Während der Vater noch kurz vor Kriegsende für seine Opposition zum Nationalsozialismus, aus der er nie einen Hehl gemacht hat, in Berlin-Plötzensee gehängt wurde, überlebte der Sohn den Krieg trotz zeitweiliger Internierung in einem Konzentrationslager und Folter. Später setzte er sich für die Wiederbewaffnung Deutschlands ein und gründete den Vorläufer der heutigen Münchner Sicherheitskonferenz. Er starb als im In- und Ausland  gleichermaßen anerkannter Mann (siehe zum Beispiel Süddeutsche ZeitungThe New York Times oder The Daily Telegraph)

In letzter Zeit wurde von offizieller Seite in der Bundesrepublik oft beklagt, daß es kaum noch Zeitzeugen gibt, die den Nationalsozialismus selbst bewußt erlebt haben, was die Erinnerung an jene dunklen Tage erschwert. Gerade in bezug auf die Männer des 20. Juli ist dies in der Tat bedauerlich, denn es kann gar nicht oft genug gesagt werden, daß sie mehrheitlich keine Republik, sondern eine Erbmonarchie unter den Hohenzollern wollten und in einer langen preußischen Tradition handelten, welche von Freiherr von der Marwitz über Graf Yorck von Wartenburg bis eben hin zu jenen Verschwörern des Jahres 1944 geht und vorsieht, daß eigene Gewissen auch in Extremsituationen allen anderen Dingen voranzustellen. Diese Haltung ist das genaue Gegenteil des Preußen später zu Unrecht angedichteten Kadavergehorsams.

L.R.

Prinz Louis Ferdinand von Preußen und der Widerstand

In seinen Lebenserinnerungen Die Geschichte meines Lebens (Göttinger Verlagsanstalt, 1969, Seite 300) schreibt SKH Prinz Louis Ferdinand von Preußen über seine Begegnung mit Ewald von Kleist-Schmenzin:

Ich traf Goerdeler nur noch ein einziges Mal, neun Monate später in Berlin. Im März 1943 bat mich Otto John unter einem geschäftlichen Vorwand dringend nach Berlin zu kommen. Die Situation der Verschwörer wurde immer schwieriger, je länger sie zögerten oder zögern mußten; Hitlers und Himmlers Mißtrauen wuchs sozusagen täglich.
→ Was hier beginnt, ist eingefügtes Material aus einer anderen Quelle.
#!/usr/bin/env python3
"""Seeded generator of invented manuscripts with a key, for measuring plumbline from outside.

    python3 scripts/generate_manuscripts.py [--seed 20261] [--out fixtures/generated]

Every study, group, measure and number is invented: raw data are simulated with numpy (seeded),
the tests are run with scipy.stats (ttest_ind with equal_var True or False, ttest_rel,
ttest_1samp), and the results are written the way authors write them, in several house styles
(APA, a medical journal, middle-dot decimals, decimal commas, a Nature-like style, text pulled
out of a PDF, R Markdown) and many report styles. About a third of the cases carry exactly one
seeded error. Each seeded error is verified here, with interval arithmetic over every value
within the printed rounding and every common reading, to be impossible to reproduce; each correct
case is verified to be reproduced under the reading its text states. The key
(key.json) gives, per case, the UTF-16 offsets of every printed piece, so a scorer can attribute
findings to cases.

This program shares no code with plumbline: it is written from the statistics, not from the
extractor.
"""
from __future__ import annotations

import argparse
import json
import math
import os
import re
import shutil
import sys
from dataclasses import dataclass, field
from decimal import ROUND_HALF_UP, Decimal

import numpy as np
import scipy
from scipy import special, stats

GENERATOR = "scripts/generate_manuscripts.py"
DEFAULT_SEED = 20261
ALPHA = 0.05

# ---------------------------------------------------------------------------------------------
# Printed numbers
# ---------------------------------------------------------------------------------------------


def dround(x: float, dec: int) -> Decimal:
    """Round half away from zero, as most software prints."""
    q = Decimal(1).scaleb(-dec)
    d = Decimal(repr(float(x))).quantize(q, rounding=ROUND_HALF_UP)
    if d == 0:
        d = abs(d)
    return d


@dataclass
class Num:
    """A number as printed: its value, decimals (of the mantissa), power of ten and operator."""

    value: float
    dec: int
    exp: int = 0
    op: str = "="
    form: str = "plain"  # plain | sci (m × 10^e) | pow (10^e alone, a bound)
    raw: str | None = None  # a printed form that is not a number (e.g. "043")
    sig: int = 0  # R-console style: significant digits rather than fixed decimals

    def unit(self) -> float:
        return 10.0 ** (-self.dec) * 10.0**self.exp

    def iv(self, w: float = 0.5) -> tuple[float, float]:
        h = w * self.unit() * (1 + 1e-9)
        return (self.value - h, self.value + h)


def num(x: float, dec: int) -> Num:
    return Num(float(dround(x, dec)), dec)


def sci(x: float, mdec: int = 1) -> Num:
    e = math.floor(math.log10(abs(x)))
    m = x / 10.0**e
    md = dround(m, mdec)
    if md >= 10:
        e += 1
        md = dround(x / 10.0**e, mdec)
    return Num(float(md) * 10.0**e, mdec, e, "=", "sci")


def sig_num(x: float, digits: int) -> Num:
    """x to `digits` significant digits (as R prints)."""
    if x == 0:
        return Num(0.0, digits)
    e = math.floor(math.log10(abs(x)))
    dec = max(0, digits - 1 - e)
    return Num(float(dround(x, dec)), dec)


# ---------------------------------------------------------------------------------------------
# Distributions
# ---------------------------------------------------------------------------------------------


def p_two(t: float, df: float) -> float:
    return float(2 * stats.t.sf(abs(t), df))


def p_one(t: float, df: float) -> float:
    return float(stats.t.sf(abs(t), df))


def t_crit(df: float, level: float = 0.95) -> float:
    return float(stats.t.ppf(1 - (1 - level) / 2, df))


def hedges_j(df: float) -> float:
    return float(math.exp(special.gammaln(df / 2) - 0.5 * math.log(df / 2) - special.gammaln((df - 1) / 2)))


def power_two(n: int, d: float, alpha: float, sides: int, design: str) -> float:
    df = 2 * n - 2 if design == "two" else n - 1
    if df < 1:
        return 0.0
    ncp = abs(d) * (math.sqrt(n / 2) if design == "two" else math.sqrt(n))
    crit = stats.t.ppf(1 - alpha / sides, df)
    pw = stats.nct.sf(crit, df, ncp)
    if sides == 2:
        pw += stats.nct.cdf(-crit, df, ncp)
    return float(pw)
Diesmal trafen wir uns nun im Hause des Vaters der beiden Brüder Bonhoeffer, des bekannten Psychiaters, der aber abwesend war. Außer Jakob Kaiser und Rechtsanwalt Dr. Wirmer war Ewald von Kleist anwesend, den ich bis dahin nicht kannte. Besonders er drang auf baldiges Handeln; die Frontgenerale schienen nicht den Mut zu einer Aktion zu haben, darum müsse man es mit dem Ersatzheer versuchen. Mit großem Nachdruck appellierten alle an mein vaterländisches Pflichtgefühl: ich solle als rechtmäßiger Kronprätendent das Signal für die jetzt noch unentschlossen zögernden Armeeführer und Generale geben. Ich erklärte mich zu einem solchen Schritt bereit, falls die Situation ihn nötig mache, hielt es aber für falsch, meinen Vater zu übergehen. Es war unmöglich aus Gründen der Legitimität und zum anderen unklug, weil General Beck dem Kronprinzen [Wilhelm] sehr ergeben war.